Although not without dissenting voices, most Scots perceived the British Empire through a pervasive faith in the benefits of free trade and the superiority of Western civilization. This could blind them to the injustices of unequal trading relations which led to increased poverty in India and China, or to the immorality of imposing opium on China through the Opium Wars. Scottish Protestants, influenced by the Scottish Reformation and ideal of the godly commonwealth, tended to view the British Empire as a divinely-ordained means to spread the Protestant faith to the peoples of India and China. Sensitive to what they viewed as the religious responsibilities of Empire, and believing that God directed human events, Scottish Protestants worked to remove or
diminish social and cultural obstacles to Christian conversion in India and China. They placed particular emphasis on education, which had been a major priority of the Scottish Reformation, and on medical work, which had been a major emphasis of the Scottish Enlightenment. They devoted themselves to bringing knowledge of God to individuals, expecting that personal transformations would in time to lead to social transformations, and elevate the societies of India and China both materially and morally. They hoped to see both fundamental transformations of the societies of Asia, and mass religious conversions of the peoples of India and China to Protestant Christianity.

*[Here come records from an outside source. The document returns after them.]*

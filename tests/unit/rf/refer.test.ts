import { describe, expect, it } from 'vitest';
import { RfInputError } from '../../../shared/rf/errors.ts';
import { lineFromLossSpec, transformLine } from '../../../shared/rf/line.ts';
import { handbookTotalLossDb, referReading } from '../../../shared/rf/refer.ts';

// Method: the matched-loss referral of the amateur handbooks (ARRL Antenna Book, transmission-line
// chapter, from memory): the reflected wave crosses the line twice, so |Γ| at the transmitter is
// |Γ| at the load times the one-way power ratio a = 10^(−ML/10). Expected values below are hand
// arithmetic from that rule.

function fieldOf(fn: () => unknown): string | undefined {
  try {
    fn();
  } catch (err) {
    if (err instanceof RfInputError) return err.field;
    throw err;
  }
  return undefined;
}

describe('readings at the transmitter are referred to the load', () => {
  it('turns SWR 1.5 at the transmitter into SWR 2.33 at the load through a 3 dB line', () => {
    // |Γs| = 0.2; a = 10^(−0.3) = 0.501187; |ΓL| = 0.2/0.501187 = 0.399052; SWR = 1.399052/0.600948 = 2.32808.
    const r = referReading({ matchedLossDb: 3, direction: 'inputToLoad', reading: { swr: 1.5 } });
    expect(r.atInput.swr).toBe(1.5);
    expect(r.atInput.reflectionMagnitude).toBeCloseTo(0.2, 15);
    expect(r.atLoad.reflectionMagnitude).toBeCloseTo(0.399052463, 9);
    expect(r.atLoad.swr).toBeCloseTo(2.328077539, 9);
  });

  it('turns 100 W forward / 4 W reflected at the transmitter into 79.43 W / 5.04 W at the load through 1 dB', () => {
    // a = 10^(−0.1) = 0.794328: Pf,load = 79.4328 W, Pr,load = 4/0.794328 = 5.03570 W,
    // net 74.3971 W against 96 W sent, so the line burns 21.6029 W.
    const r = referReading({ matchedLossDb: 1, direction: 'inputToLoad', reading: { forwardPowerW: 100, reflectedPowerW: 4 } });
    expect(r.atLoad.forwardPowerW).toBeCloseTo(79.4328235, 6);
    expect(r.atLoad.reflectedPowerW).toBeCloseTo(5.0357016, 6);
    expect(r.atLoad.netPowerW).toBeCloseTo(74.3971218, 6);
    expect(r.atInput.netPowerW).toBe(96);
    expect(r.lineDissipationW).toBeCloseTo(21.6028782, 6);
    expect(r.totalLossDb as number).toBeCloseTo(10 * Math.log10(96 / 74.3971218), 6);
  });

  it('lets an open antenna look like SWR 3.01 at the transmitter through 3 dB of loss', () => {
    const r = referReading({ matchedLossDb: 3, direction: 'loadToInput', reading: { forwardPowerW: 50, reflectedPowerW: 50 } });
    expect(r.atLoad.swr).toBeNull();
    expect(r.totalLossDb).toBeNull();
    // |Γs| = a = 0.501187, SWR = 1.501187/0.498813 = 3.0095.
    expect(r.atInput.swr).toBeCloseTo(3.0095, 4);
  });
});

describe('the handbook total-loss formula', () => {
  it('gives 1.504 dB for 1 dB of matched loss and SWR 3 at the load', () => {
    // (a² − ρ²)/(a(1 − ρ²)) with a = 1.258925, ρ = 0.5: 1.334893/0.944194 → 1.50385 dB (hand arithmetic).
    expect(handbookTotalLossDb(1, 0.5) as number).toBeCloseTo(1.5038525, 7);
  });

  it('agrees with the full wave solution for a real-Z0 line, an independent route to the same physics', () => {
    const f = 10e6;
    const line = lineFromLossSpec({ impedanceOhm: { re: 50, im: 0 }, velocityFactor: 0.66, lossDbPer100m: 2, lengthM: 50 }, f);
    const r = transformLine(line, { re: 150, im: 0 }, f);
    expect(r.matchedLossDb).toBeCloseTo(1, 13);
    expect(r.totalLossDb as number).toBeCloseTo(handbookTotalLossDb(1, 0.5) as number, 12);
  });

  it('equals the referral total loss', () => {
    const r = referReading({ matchedLossDb: 2.2, direction: 'loadToInput', reading: { swr: 4 } });
    expect(r.totalLossDb).toBe(handbookTotalLossDb(2.2, r.atLoad.reflectionMagnitude));
  });

  it('is null for a total reflection and rejects |Γ| above 1', () => {
    expect(handbookTotalLossDb(1, 1)).toBeNull();
    expect(fieldOf(() => handbookTotalLossDb(1, 1.1))).toBe('reflectionMagnitude');
  });
});

describe('readings that cannot match the stated loss are rejected', () => {
  it("rejects SWR 4 at the transmitter on a 3 dB line on 'reading.swr', saying the two cannot both be right", () => {
    // |Γs| = 0.6 would need |ΓL| = 0.6/0.501 = 1.197 > 1.
    try {
      referReading({ matchedLossDb: 3, direction: 'inputToLoad', reading: { swr: 4 } });
      throw new Error('expected a rejection');
    } catch (err) {
      expect(err).toBeInstanceOf(RfInputError);
      expect((err as RfInputError).field).toBe('reading.swr');
      expect((err as RfInputError).message).toMatch(/cannot both be right/);
      expect((err as RfInputError).message).toMatch(/bad antenna look good/);
    }
  });

  it("rejects 30 W reflected of 100 W through 3 dB on 'reading.reflectedPowerW'", () => {
    expect(fieldOf(() => referReading({ matchedLossDb: 3, direction: 'inputToLoad', reading: { forwardPowerW: 100, reflectedPowerW: 30 } }))).toBe('reading.reflectedPowerW');
  });

  it.each([
    ['an SWR below 1', { matchedLossDb: 1, direction: 'inputToLoad', reading: { swr: 0.5 } }, 'reading.swr'],
    ['a negative line loss', { matchedLossDb: -1, direction: 'inputToLoad', reading: { swr: 2 } }, 'matchedLossDb'],
    ['more reflected than forward power', { matchedLossDb: 1, direction: 'loadToInput', reading: { forwardPowerW: 1, reflectedPowerW: 2 } }, 'reading.reflectedPowerW'],
    ['no power at all', { matchedLossDb: 1, direction: 'loadToInput', reading: { forwardPowerW: 0, reflectedPowerW: 0 } }, 'reading.forwardPowerW'],
    ['a negative forward power', { matchedLossDb: 1, direction: 'loadToInput', reading: { forwardPowerW: -3, reflectedPowerW: 0 } }, 'reading.forwardPowerW'],
    ['an unknown direction', { matchedLossDb: 1, direction: 'sideways', reading: { swr: 2 } }, 'direction'],
    ['SWR and powers together', { matchedLossDb: 1, direction: 'loadToInput', reading: { swr: 2, forwardPowerW: 5, reflectedPowerW: 1 } }, 'reading.swr'],
  ] as const)('rejects %s', (_name, args, field) => {
    expect(fieldOf(() => referReading(args as unknown as Parameters<typeof referReading>[0]))).toBe(field);
  });

  it('accepts a reading that puts the load exactly at total reflection', () => {
    const a = 10 ** -0.3;
    const r = referReading({ matchedLossDb: 3, direction: 'inputToLoad', reading: { forwardPowerW: 100, reflectedPowerW: 100 * a * a } });
    expect(r.atLoad.reflectionMagnitude).toBe(1);
    expect(r.atLoad.swr).toBeNull();
  });
});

However, the Scottish public did not see these hopes of social and religious transformation fulfilled. Instead, they saw movements of resistance to imperial control emerge in both India and China from the later nineteenth century. For some Scots, these resistance movements resonated with their perceptions of Scotland’s own historic struggles for the preservation of its national identity.
Increasingly, Scottish missionaries and the Scottish public were forced to revisit their religious conceptions of the British Empire and their notions of God’s intentions for the world. They had to re-evaluate their work in the mission fields, and to expand their theological understandings of the religions and cultures of India and China.